The brown heavy wiring midway up the fuse board again on a screw in terminal is live, I take it this is the main feed into the board. All the other fuses on the board have power and appear to work fine. 
The fuses not getting power are Fridge, Towing, D+Towing, marker lights. 
The fridge is receiving power on 240 volts and works on gas so the problem is confined to the fuse board somehow? I believe that 2008 was the only year Swift Bessacarr used this fuse board. ( I wonder why)


----------



## Zebadee (Feb 25, 2010)

*Happy Days Problem solved*

 Hi

My electrical problem is solved and all with 1 fuse which I wouldn't have thought of at all. 
The more I puzzled over the problem the more I was convinced that the heavy red wiring screwed to the fuse box should be live, at least with the ignition on. I decided to remove the plastic panelling along the base of the door post beside the drivers door & managed to trace the joint/connector between Fiat wiring and MH wiring, having found that and checked for a circuit and found none, I also managed to see that this wiring did not go to the main fuse box under the dash or in the engine compartment but along the floor to the battery compartment under the passenger floor well.
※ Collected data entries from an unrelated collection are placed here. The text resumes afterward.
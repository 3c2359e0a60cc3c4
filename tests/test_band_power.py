"""The band-power measurement behind the choice of grouped over band-limited correlations.

Checked against the closed form for white noise: a damped sinusoid started
abruptly has the Lorentzian power spectrum of a one-sided exponential,
``P(f) ~ 1 / (1 + (2 pi (f - f0) tau)^2)`` near f0 (Fourier transform of
``e^{-t/tau}``, e.g. Bracewell, The Fourier Transform and Its Applications,
table of transforms # from memory), so the fraction within ``|f - f0| <= B`` is
``(2/pi) arctan(2 pi B tau)``, and the half-band holding a fraction q is
``tan(q pi / 2) / (2 pi tau)``.
"""

from __future__ import annotations

import sys
from pathlib import Path

import numpy as np
import pytest

sys.path.insert(0, str(Path(__file__).resolve().parents[1] / "scripts"))
from bench_band import band_halfwidths  # noqa: E402


@pytest.mark.parametrize("keep", [0.9, 0.99])
def test_half_band_of_a_lorentzian_is_the_closed_form(keep):
    f0, tau = 1000.0, 0.01
    freqs = f0 + np.linspace(-1e5, 1e5, 4_000_001)  # symmetric, wide and fine
    power = 1.0 / (1.0 + (2 * np.pi * (freqs - f0) * tau) ** 2)
    b = band_halfwidths(power[None], freqs, np.array([f0]), keep)[0]
    expected = np.tan(keep * np.pi / 2) / (2 * np.pi * tau)
    # the grid leaves out the far tails, (2/pi)/(2 pi 1e5 tau) ~ 1e-4 of the power
    assert b == pytest.approx(expected, rel=0.03)


def test_a_narrower_spectrum_needs_a_narrower_band():
    freqs = np.linspace(0.0, 4000.0, 40_001)
    f0 = np.array([500.0, 500.0])
    taus = np.array([0.02, 0.002])
    power = 1.0 / (1.0 + (2 * np.pi * (freqs[None] - f0[:, None]) * taus[:, None]) ** 2)
    b = band_halfwidths(power, freqs, f0, 0.9)
    assert b[0] < b[1]
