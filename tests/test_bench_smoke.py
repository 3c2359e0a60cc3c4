"""The benchmarks run (tiny smoke mode) and write their figures; timing itself is never tested."""

from __future__ import annotations

import json
import math
import subprocess
import sys
from pathlib import Path

SCRIPTS = Path(__file__).resolve().parents[1] / "scripts"


def test_bench_all_smoke_writes_json_and_table(tmp_path):
    res = subprocess.run([sys.executable, str(SCRIPTS / "bench_all.py"), "--smoke", "--out",
                          str(tmp_path)], capture_output=True, text=True, check=False)
    assert res.returncode == 0, res.stderr[-2000:]
    data = json.loads((tmp_path / "bench.json").read_text())
    names = {r["script"] for r in data["results"]}
    expected = {p.name for p in SCRIPTS.glob("bench_*.py")} - {"bench_all.py"}
    assert names == expected
    for r in data["results"]:
        assert r["figures"], r["script"]
        for f in r["figures"]:
            assert math.isfinite(f["min"]) and f["min"] <= f["median"]
    table = (tmp_path / "bench.md").read_text()
    assert "| benchmark | figure | min | median | unit |" in table
    assert data["machine"]["cores"] >= 1
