class _Table:
    """Reads one TOML table, remembering which keys were used."""

    def __init__(self, table: Any, where: str, origin: str):
        if not isinstance(table, dict):
            raise InputError(f"'{where}' in {origin} must be a table, not {table!r}.")
        self.table = table
        self.where = where
        self.origin = origin
        self.used: set[str] = set()

    def key(self, name: str) -> str:
        return f"{self.where}.{name}" if self.where else name

    def has(self, name: str) -> bool:
        return name in self.table

    def raw(self, name: str, default: Any = _MISSING) -> Any:
        self.used.add(name)
        if name not in self.table:
            if default is _MISSING:
                raise InputError(f"campaign file {self.origin} is missing the key "
                                 f"'{self.key(name)}'.")
            return default
        return self.table[name]

    def number(self, name: str, default: Any = _MISSING, *, lo: float | None = None,
               hi: float | None = None, lo_open: bool = False, hi_open: bool = False,
               integer: bool = False) -> Any:
        value = self.raw(name, default)
        if value is None:
            return None
        return _check_number(value, self.key(name), self.origin, lo=lo, hi=hi,
                             lo_open=lo_open, hi_open=hi_open, integer=integer)

    def string(self, name: str, default: Any = _MISSING, choices: tuple[str, ...] | None = None):
        value = self.raw(name, default)
        if value is None:
            return None
        if not isinstance(value, str):
            raise InputError(f"'{self.key(name)}' in {self.origin} must be a string, "
                             f"not {value!r}.")
        if choices is not None and value not in choices:
            raise InputError(f"'{self.key(name)}' in {self.origin} is {value!r}; "
                             f"choose one of {', '.join(choices)}.")
        return value

    def boolean(self, name: str, default: Any = _MISSING) -> bool:
        value = self.raw(name, default)
        if not isinstance(value, bool):
            raise InputError(f"'{self.key(name)}' in {self.origin} must be true or false, "
                             f"not {value!r}.")
        return value

    def sub(self, name: str, default: Any = _MISSING) -> _Table:
        return _Table(self.raw(name, default), self.key(name), self.origin)

    def finish(self) -> None:
        unknown = sorted(set(self.table) - self.used)
        if unknown:
            allowed = ", ".join(sorted(self.used)) or "none"
            raise InputError(f"unknown key '{self.key(unknown[0])}' in {self.origin} "
                             f"(allowed here: {allowed}).")


def _check_number(value: Any, key: str, origin: str, *, lo=None, hi=None, lo_open=False,
                  hi_open=False, integer=False):
    if isinstance(value, bool) or not isinstance(value, int | float):
        raise InputError(f"'{key}' in {origin} must be a number, not {value!r}.")
    if integer and not (isinstance(value, int) or float(value).is_integer()):
        raise InputError(f"'{key}' in {origin} must be a whole number, not {value!r}.")
    if not math.isfinite(value):
        raise InputError(f"'{key}' in {origin} must be finite, not {value!r}.")
    if lo is not None and (value < lo or (lo_open and value == lo)):
        bound = ">" if lo_open else ">="
        raise InputError(f"'{key}' in {origin} is {value!r} but must be {bound} {lo}.")
    if hi is not None and (value > hi or (hi_open and value == hi)):
        bound = "<" if hi_open else "<="
        raise InputError(f"'{key}' in {origin} is {value!r} but must be {bound} {hi}.")
    return int(value) if integer else float(value)


def _distribution(value: Any, key: str, origin: str, *, lo=None, hi=None, lo_open=False,
                  hi_open=False) -> dict:
    """Normalise a number or a ``{dist = ..., ...}`` table into a distribution dict.

    The support of the distribution must lie inside [lo, hi] (open ends when
    asked): a uniform spin up to 1, or a normal distribution of a mass, is an
    impossible distribution and is refused.
    """
    bounds = dict(lo=lo, hi=hi, lo_open=lo_open, hi_open=hi_open)
    if isinstance(value, int | float) and not isinstance(value, bool):
        return {"dist": "fixed", "value": _check_number(value, key, origin, **bounds)}
    table = _Table(value, key, origin)
    dist = table.string("dist", choices=tuple(DISTRIBUTIONS))
    out: dict[str, Any] = {"dist": dist}
    if dist == "fixed":
        out["value"] = table.number("value", **bounds)
    elif dist in ("uniform", "loguniform", "powerlaw"):
        out["low"] = table.number("low", **bounds)
        out["high"] = table.number("high", **bounds)
        if out["low"] > out["high"]:
            raise InputError(f"'{key}.low' = {out['low']} is above '{key}.high' = "
                             f"{out['high']} in {origin}.")
        if dist in ("loguniform", "powerlaw") and out["low"] <= 0:
            raise InputError(f"'{key}.low' in {origin} must be > 0 for a {dist} "
                             f"distribution, not {out['low']}.")
        if dist == "powerlaw":
            out["index"] = table.number("index", lo=-20, hi=20)
    elif dist == "normal":
        out["mean"] = table.number("mean")
        out["sigma"] = table.number("sigma", lo=0, lo_open=True)
        if lo is not None or hi is not None:
            raise InputError(f"'{key}' in {origin} cannot be a normal distribution: its "
                             f"values must stay within [{lo}, {hi}].")
    table.finish()
    return out


def _int_list(value: Any, key: str, origin: str, lo: int, hi: int) -> list[int]:
    if isinstance(value, int) and not isinstance(value, bool):
        value = [value]
    if not isinstance(value, list) or not value:
        raise InputError(f"'{key}' in {origin} must be a non-empty list of whole numbers.")
    out = [_check_number(v, key, origin, lo=lo, hi=hi, integer=True) for v in value]
    if len(set(out)) != len(out):
        raise InputError(f"'{key}' in {origin} lists a value twice: {value!r}.")
    return sorted(out)


def _range(value: Any, key: str, origin: str, *, lo=None, hi=None, hi_open=False,
           lo_open=False) -> list[float]:
    if isinstance(value, int | float) and not isinstance(value, bool):
        value = [value, value]
    if not isinstance(value, list) or len(value) != 2:
        raise InputError(f"'{key}' in {origin} must be [low, high], not {value!r}.")
    low, high = (_check_number(v, key, origin, lo=lo, hi=hi, lo_open=lo_open,
                               hi_open=hi_open) for v in value)
    if low > high:
        raise InputError(f"'{key}' in {origin} has low {low} above high {high}.")
    return [low, high]


def _windows(value: Any, key: str, origin: str) -> list[list[float]]:
    if not isinstance(value, list):
        raise InputError(f"'{key}' in {origin} must be a list of [gps_start, gps_end] pairs.")
    out = []
    for item in value:
        if not isinstance(item, list) or len(item) != 2:
            raise InputError(f"'{key}' in {origin} must hold [gps_start, gps_end] pairs, "
                             f"not {item!r}.")
        a, b = (_check_number(v, key, origin) for v in item)
        if a >= b:
            raise InputError(f"'{key}' in {origin} has a window [{a}, {b}] that ends "
                             f"before it starts.")
        out.append([a, b])
    return out


def _read_data(t: _Table, origin: str, base: Path) -> dict:
    data: dict[str, Any] = {}
    data["source"] = t.string("source", choices=("synthetic", "files"))
    data["sample_rate"] = t.number("sample_rate", 2048.0, lo=256, hi=65536)
    data["f_low"] = t.number("f_low", 20.0, lo=0, lo_open=True)
    if data["f_low"] >= data["sample_rate"] / 2:
        raise InputError(f"'data.f_low' = {data['f_low']} Hz in {origin} is not below the "
                         f"Nyquist frequency {data['sample_rate'] / 2} Hz.")
    data["chunk_s"] = t.number("chunk_s", 64.0, lo=2, hi=1e5)
    # Seconds at each chunk edge that receive no injection: the conditioning and
    # the filter lose a few seconds at data edges (whitening-filter length).
    data["pad_s"] = t.number("pad_s", 6.0, lo=0)
    if 2 * data["pad_s"] >= data["chunk_s"]:
        raise InputError(f"'data.pad_s' = {data['pad_s']} in {origin} leaves no room in "
                         f"chunks of data.chunk_s = {data['chunk_s']} s.")
    # the default of the search's conditioning (ringsearch.data.condition.condition)
    data["psd_seglen_s"] = t.number("psd_seglen_s", 4.0, lo=0.125)
    data["reuse"] = t.number("reuse", 1, lo=1, hi=100000, integer=True)
    data["avoid"] = _windows(t.raw("avoid", []), "data.avoid", origin)
    # Gate loud transients at the data layer's default threshold, for synthetic data too:
    # the search always gates, and a campaign measures that search.
    data["gating"] = t.boolean("gating", True)
    data["whiten_with"] = t.string("whiten_with", "estimate", choices=("estimate", "model"))
    if data["source"] == "synthetic":
        dets = t.raw("detectors", ["H1", "L1"])
        if isinstance(dets, str):
            dets = [dets]
        if not isinstance(dets, list) or not dets:
            raise InputError(f"'data.detectors' in {origin} must be a list such as "
                             f"[\"H1\", \"L1\"].")
        for d in dets:
            if d not in KNOWN_DETECTORS:
                raise InputError(f"'data.detectors' in {origin} names an unknown detector "
                                 f"{d!r}; known: {', '.join(KNOWN_DETECTORS)}.")
        if len(set(dets)) != len(dets):
            raise InputError(f"'data.detectors' in {origin} lists a detector twice.")
        data["detectors"] = list(dets)
        data["psd"] = t.string("psd", "aligo")
        data["gps_start"] = t.number("gps_start", 1.3e9, lo=0)
        data["duration_s"] = t.number("duration_s", None, lo=0, lo_open=True)
    else:
        if data["whiten_with"] == "model":
            raise InputError(f"'data.whiten_with' = \"model\" in {origin} needs synthetic data "
                             f"(recorded data have no model PSD).")
        files = t.raw("files")
        if not isinstance(files, dict) or not files:
            raise InputError(f"'data.files' in {origin} must be a table of detector = "
                             f"\"path\" (or a list of paths) entries.")
        paths: dict[str, list[str]] = {}
        for det, value in files.items():
            if det not in KNOWN_DETECTORS:
                raise InputError(f"'data.files.{det}' in {origin} is not a known detector "
                                 f"({', '.join(KNOWN_DETECTORS)}).")
            items = [value] if isinstance(value, str) else value
            if not isinstance(items, list) or not all(isinstance(p, str) for p in items):
                raise InputError(f"'data.files.{det}' in {origin} must be a path or a list "
                                 f"of paths.")
            resolved = []
            for p in items:
                path = Path(p).expanduser()
                if not path.is_absolute():
                    path = (base / path).resolve()
                if not path.exists():
                    raise InputError(f"'data.files.{det}' in {origin} names a file that "
                                     f"does not exist: {path}.")
                resolved.append(str(path))
            paths[det] = resolved
        data["files"] = paths
        data["detectors"] = list(paths)
        data["gps_start"] = t.number("gps_start", None, lo=0)
        data["gps_end"] = t.number("gps_end", None, lo=0)
        if (data["gps_start"] is not None and data["gps_end"] is not None
                and data["gps_start"] >= data["gps_end"]):
            raise InputError(f"'data.gps_start' is not before 'data.gps_end' in {origin}.")
    t.finish()
    return data
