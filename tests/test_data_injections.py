"""Injection lists: schema checks, normalisation, files, and the sources they make."""

from __future__ import annotations

import math

import numpy as np
import pandas as pd
import pytest
from gwpy.frequencyseries import FrequencySeries

from ringsearch.data.inject import signal_snr
from ringsearch.data.injections import (
    check_injection_table,
    make_sources,
    read_injection_table,
    source_from_row,
    write_injection_table,
)
from ringsearch.errors import InputError
from ringsearch.physics.ringdown import RingdownSource, kerr_modes

GPS0 = 1_300_000_000.0


def rows(**changes) -> pd.DataFrame:
    """Three rows of our own scenario: two overtone counts, both loudness kinds."""
    base = {
        "gps": [GPS0 + 10.0, GPS0 + 4.0, GPS0 + 7.0],
        "mass": [65.0, 80.0, 55.0],
        "spin": [0.7, 0.6, 0.85],
        "injected_overtones": [1, 0, 2],
        "ratio_1": [0.8, np.nan, 1.5],
        "ratio_2": [np.nan, np.nan, 0.5],
        "phase_0": [0.4, 1.0, np.nan],
        "phase_2": [np.nan, np.nan, -1.0],
        "ra": [1.0, 4.0, 2.5],
        "dec": [0.3, -0.9, 0.1],
        "inclination": [0.5, 2.0, 1.2],
        "polarization": [0.2, 3.0, 5.0],
        "target_snr": [12.0, np.nan, 20.0],
        "distance_mpc": [np.nan, 400.0, np.nan],
        "epsilon": [np.nan, 0.02, np.nan],
    }
    base.update(changes)
    return pd.DataFrame(base)


def one_sentence(message: str) -> bool:
    return message.endswith(".") and ". " not in message and "\n" not in message


def test_normalised_table_fills_defaults_and_fixes_dtypes():
    table = check_injection_table(rows())
    assert table["injection_id"].tolist() == [0, 1, 2]
    assert table.columns.tolist() == [
        "injection_id", "gps", "mass", "spin", "injected_overtones", "phase_0", "ratio_1",
        "phase_1", "ratio_2", "phase_2", "ra", "dec", "inclination", "polarization",
        "target_snr", "distance_mpc", "epsilon"]
    assert table["ratio_1"].tolist() == [0.8, 1.0, 1.5]          # blank ratio: 1
    assert table["phase_0"].tolist() == [0.4, 1.0, 0.0]          # blank phase: 0
    assert table["phase_1"].tolist() == [0.0, 0.0, 0.0]          # absent phase column: 0
    assert table["injection_id"].dtype == np.int64
    assert table["injected_overtones"].dtype == np.int64
    assert (table.drop(columns=["injection_id", "injected_overtones"]).dtypes
            == np.float64).all()
    # sorted by injection_id; only the loudness kinds used are kept
    ids = check_injection_table(rows(injection_id=[9, 2, 5]))
    assert ids["injection_id"].tolist() == [2, 5, 9]
    assert ids["mass"].tolist() == [80.0, 55.0, 65.0]
    snr_only = check_injection_table(rows().iloc[[0, 2]].drop(columns=["distance_mpc",
                                                                      "epsilon"]))
    assert "distance_mpc" not in snr_only and "target_snr" in snr_only


@pytest.mark.parametrize("change, words", [
    ({"colour": ["red"] * 3}, ["unknown column 'colour'", "list.csv"]),
    ({"ratio_8": [1.0] * 3}, ["unknown column 'ratio_8'"]),
    ({"spin": [0.7, 1.0, 0.5]}, ["'spin'", "row 2", "list.csv"]),
    ({"spin": [0.7, 0.9995, 0.5]}, ["'spin'", "row 2", "0.999"]),
    ({"mass": [65.0, -1.0, 55.0]}, ["'mass'", "row 2"]),
    ({"mass": [65.0, "heavy", 55.0]}, ["'mass'", "row 2", "not a number"]),
    ({"gps": [GPS0, np.inf, GPS0]}, ["'gps'", "row 2", "finite"]),
    ({"dec": [0.3, 2.0, 0.1]}, ["'dec'", "row 2"]),
    ({"injected_overtones": [1, 0.5, 2]}, ["'injected_overtones'", "row 2", "whole"]),
    ({"injected_overtones": [1, 0, 8]}, ["'injected_overtones'", "row 3"]),
    ({"distance_mpc": [300.0, 400.0, np.nan]}, ["row 1", "both loudness kinds"]),
    ({"target_snr": [12.0, np.nan, np.nan]}, ["row 3", "no loudness"]),
    ({"epsilon": [np.nan, np.nan, np.nan]}, ["'epsilon'", "row 2", "'distance_mpc'"]),
    ({"epsilon": [np.nan, 1.0, np.nan]}, ["'epsilon'", "row 2"]),
    ({"target_snr": [12.0, np.nan, 0.0]}, ["'target_snr'", "row 3"]),
    ({"ratio_1": [0.8, np.nan, -1.0]}, ["'ratio_1'", "row 3"]),
    ({"injection_id": [4, 7, 4]}, ["'injection_id'", "row 3", "row 1"]),
])
def test_bad_values_are_one_sentence_naming_row_and_column(change, words):
    with pytest.raises(InputError) as err:
        check_injection_table(rows(**change), "list.csv")
    message = str(err.value)
    assert one_sentence(message), message
    for w in words:
        assert w in message, message


def test_missing_columns_are_named():
    with pytest.raises(InputError, match="'ratio_2'.*row 3"):
        check_injection_table(rows().drop(columns="ratio_2"), "list.csv")
    with pytest.raises(InputError, match="no column 'ra'"):
        check_injection_table(rows().drop(columns="ra"), "list.csv")
    with pytest.raises(InputError, match="no loudness column"):
        check_injection_table(rows().drop(columns=["target_snr", "distance_mpc", "epsilon"]))
    with pytest.raises(InputError, match="no rows"):
        check_injection_table(rows().iloc[:0])


@pytest.mark.parametrize("suffix", [".csv", ".parquet"])
def test_write_and_read_round_trip(tmp_path, suffix):
    path = write_injection_table(rows(), tmp_path / f"list{suffix}")
    assert read_injection_table(path).equals(check_injection_table(rows()))
    assert [p.name for p in tmp_path.iterdir()] == [path.name]  # no temporary left


def test_csv_comments_repeated_header_and_bad_files(tmp_path):
    text = ("# our own three-row scenario\n" + rows().to_csv(index=False))
    (tmp_path / "a.csv").write_text(text)
    assert len(read_injection_table(tmp_path / "a.csv")) == 3
    header, *lines = rows().to_csv(index=False).splitlines()
    (tmp_path / "dup.csv").write_text("\n".join([header + ",mass", *(x + ",1" for x in lines)]))
    with pytest.raises(InputError, match="'mass' appears twice"):
        read_injection_table(tmp_path / "dup.csv")
    with pytest.raises(InputError, match="does not exist"):
        read_injection_table(tmp_path / "none.csv")
    with pytest.raises(InputError, match=r"\.csv or \.parquet"):
        read_injection_table(tmp_path / "list.json")
    (tmp_path / "empty.csv").write_text("")
    with pytest.raises(InputError, match="empty"):
        read_injection_table(tmp_path / "empty.csv")
    (tmp_path / "bad.parquet").write_bytes(b"not parquet")
    with pytest.raises(InputError, match="cannot be read"):
        read_injection_table(tmp_path / "bad.parquet")


def test_source_from_row_uses_the_row_and_the_snr_reference():
    table = check_injection_table(rows())
    src = source_from_row(table.iloc[2])
    assert [m.lmn for m in src.modes] == [(2, 2, 0), (2, 2, 1), (2, 2, 2)]
    assert [m.ratio for m in src.modes] == [1.0, 1.5, 0.5]
    assert [m.phase for m in src.modes] == [0.0, 0.0, -1.0]
    assert (src.distance, src.epsilon) == (100.0, 0.01)          # target_snr row
    assert src.azimuth == 0.0 and src.t0 == GPS0 + 7.0 and src.psi == 5.0
    dist = source_from_row(table.iloc[1])
    assert (dist.distance, dist.epsilon, dist.azimuth) == (400.0, 0.02, 0.5)


def _psd(fs):
    f = np.arange(0.0, fs / 2 + 0.25, 0.25)
    # a smooth coloured spectrum of our own (not a detector's)
    return FrequencySeries(1e-46 * (1 + (f / 300) ** 2 + (40 / np.maximum(f, 1)) ** 4),
                           frequencies=f)


def test_make_sources_snrs_are_those_of_signal_snr():
    # The campaign worker built these sources by hand (RingdownSource at 100 Mpc and
    # epsilon 0.01, azimuth phase_0 / 2) and had its own sampled-signal SNR; make_sources
    # matched its outputs to 3e-7 (the other one padded the signal to 1 s, signal_snr to
    # 4 s).  Here the values are checked against signal_snr directly.
    fs, f_low, f_high = 4096.0, 20.0, 1600.0
    psds = {"H1": _psd(fs), "L1": _psd(fs)}
    table = check_injection_table(rows())
    sources, out = make_sources(table, psds, fs, f_low, f_high)
    assert out["injection_id"].tolist() == [0, 1, 2]
    assert out.columns.tolist() == [
        "injection_id", "arrival_gps", "arrival_gps_H1", "arrival_gps_L1", "snr_opt_H1",
        "snr_opt_L1", "network_snr", "f_0_hz", "tau_0_s", "implied_distance_mpc",
        "mass_source"]
    for k, r in enumerate(table.to_dict("records")):
        n = r["injected_overtones"]
        by_distance = not math.isnan(r["distance_mpc"])
        hand = RingdownSource(
            r["mass"], r["spin"], distance=r["distance_mpc"] if by_distance else 100.0,
            epsilon=r["epsilon"] if by_distance else 0.01,
            modes=kerr_modes(n, [r[f"ratio_{i}"] for i in range(1, n + 1)],
                             [r[f"phase_{i}"] for i in range(1, n + 1)]),
            t0=r["gps"], ra=r["ra"], dec=r["dec"], psi=r["polarization"],
            inclination=r["inclination"], azimuth=r["phase_0"] / 2)
        raw = {d: signal_snr(hand, d, psds[d], fs, f_low, f_high) for d in psds}
        network = math.hypot(*raw.values())
        scale = 1.0 if by_distance else r["target_snr"] / network
        for d in psds:
            assert out[f"snr_opt_{d}"][k] == pytest.approx(raw[d] * scale, rel=1e-12)
            # the scaled source itself has the reported SNR
            assert signal_snr(sources[k], d, psds[d], fs, f_low, f_high) == pytest.approx(
                out[f"snr_opt_{d}"][k], rel=1e-9)
            assert out[f"arrival_gps_{d}"][k] == hand.arrival_time(d)
        assert out["arrival_gps"][k] == out["arrival_gps_H1"][k]
        assert out["network_snr"][k] == pytest.approx(network * scale, rel=1e-12)
        assert out["f_0_hz"][k] == hand.f_tau()[0][0]
        if by_distance:
            assert sources[k] == hand
            assert out["mass_source"][k] == pytest.approx(hand.mass_source, rel=1e-12)
            assert math.isnan(out["implied_distance_mpc"][k])
        else:
            assert out["network_snr"][k] == pytest.approx(r["target_snr"], rel=1e-12)
            # strain scales as 1/distance
            assert sources[k].distance == pytest.approx(100.0 * network / r["target_snr"])
            assert out["implied_distance_mpc"][k] == sources[k].distance
            assert math.isnan(out["mass_source"][k])


def test_make_sources_names_the_injection_it_cannot_make():
    table = check_injection_table(rows(mass=[65.0, 80.0, 12.0]))  # (2,2,0) near 1.5 kHz
    with pytest.raises(InputError, match="injection 2 cannot be made") as err:
        make_sources(table, {"H1": _psd(2048.0)}, 2048.0, 20.0, 800.0)
    assert one_sentence(str(err.value))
I don't know if many of the owners of the X250 Ducato have even checked the battery position but it is quite a job to get into, just as well the battery is a sealed unit. Anyway there are 3 fuses of what I would describe as industrial quality attached to the positive cabling to the battery. 150 amp, 70 amp, & 50 amp. What on earth in this van needs a 150 amp protection, you wouldn't find that size of fuse on the main electricity connection to your house. 
The 50 amp was blown, how it blew I do not know but everything worked as soon as it was replaced. I would not have thought there would have been fuses attached to the battery terminal in a compartment with a substantial cover secured by 3 bolts under the floor covered by a plastic flooring which is fixed by fasteners and further carpeting. Only the Italians could think of that as being accessible. 
:roll: :wink:


----------



## rayc (Jun 3, 2008)

*Re: Happy Days Problem solved*



Zebadee said:


> Hi
> 
> My electrical problem is solved and all with 1 fuse which I wouldn't have thought of at all.
> The more I puzzled over the problem the more I was convinced that the heavy red wiring screwed to the fuse box should be live, at least with the ignition on. I decided to remove the plastic panelling along the base of the door post beside the drivers door & managed to trace the joint/connector between Fiat wiring and MH wiring, having found that and checked for a circuit and found none, I also managed to see that this wiring did not go to the main fuse box under the dash or in the engine compartment but along the floor to the battery compartment under the passenger floor well. I don't know if many of the owners of the X250 Ducato have even checked the battery position but it is quite a job to get into, just as well the battery is a sealed unit. Anyway there are 3 fuses of what I would describe as industrial quality attached to the positive cabling to the battery. 150 amp, 70 amp, & 50 amp. What on earth in this van needs a 150 amp protection, you wouldn't find that size of fuse on the main electricity connection to your house.
> ...


These are not just normal fuses. One for example protects the cable to the starter motor. In the event of a direct short in the starter motor the battery positive would be directly connected to earth and this fuse should prevent a fire. The remainder of the fuses protect the other fuse boxes which are also fed by heavy cables.


----------